▸ **Assignment**
Go through the records below and return each line that has "length" in it.

--- Data to process Enclosed Below ---

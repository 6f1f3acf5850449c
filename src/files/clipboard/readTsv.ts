import type { Cell } from "../../call/cell.js";
import { cellOfField } from "../cell/cellOfField.js";

const quote = '"';

/**
 * Cells from the plain text that programs put on the clipboard: tabs between cells, line ends between rows, quotes
 * around what holds either of them (common practice, no source). What begins with "=" is text: who copied it saw a
 * text. A number is a number only where nothing of it is lost.
 */
export function readTsv(text: string): Cell[][] {
  const rows: Cell[][] = [[]];
  let at = 0;
  while (at < text.length) {
    const { field, end } = readField(text, at);
    (rows.at(-1) as Cell[]).push(cellOfField(field));
    const after = text[end];
    if (after === "\t") {
      at = end + 1;
      if (at === text.length) {
        (rows.at(-1) as Cell[]).push(null);
      }
    } else {
      at = after === "\r" && text[end + 1] === "\n" ? end + 2 : end + 1;
      if (at < text.length) {
        rows.push([]);
      }
    }
  }
  const width = rows.reduce((most, row) => Math.max(most, row.length), 0);
  return width === 0 ? [] : rows.map((row) => [...row, ...new Array<Cell>(width - row.length).fill(null)]);
}

function readField(text: string, from: number): { readonly field: string; readonly end: number } {
  const quoted = text[from] === quote ? endOfQuoted(text, from) : undefined;
  if (quoted !== undefined) {
    return { field: text.slice(from + 1, quoted - 1).replaceAll('""', quote), end: quoted };
  }
  let end = from;
  while (end < text.length && !isSeparator(text.charCodeAt(end))) {
    end++;
  }
  return { field: text.slice(from, end), end };
}

/** Where a field in quotes ends; undefined where its quotes do not go around all of it, and so are its own. */
function endOfQuoted(text: string, from: number): number | undefined {
  for (let at = text.indexOf(quote, from + 1); at >= 0; at = text.indexOf(quote, at + 2)) {
    if (text[at + 1] !== quote) {
      return at + 1 === text.length || isSeparator(text.charCodeAt(at + 1)) ? at + 1 : undefined;
    }
  }
  return undefined;
}

function isSeparator(code: number): boolean {
  return code === 9 || code === 10 || code === 13;
}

--- End of Enclosed Data to process ---

▸ **Solution to the problem**
  while (at < text.length) {
      if (at === text.length) {
      if (at < text.length) {
  const width = rows.reduce((most, row) => Math.max(most, row.length), 0);
  return width === 0 ? [] : rows.map((row) => [...row, ...new Array<Cell>(width - row.length).fill(null)]);
  while (end < text.length && !isSeparator(text.charCodeAt(end))) {
      return at + 1 === text.length || isSeparator(text.charCodeAt(at + 1)) ? at + 1 : undefined;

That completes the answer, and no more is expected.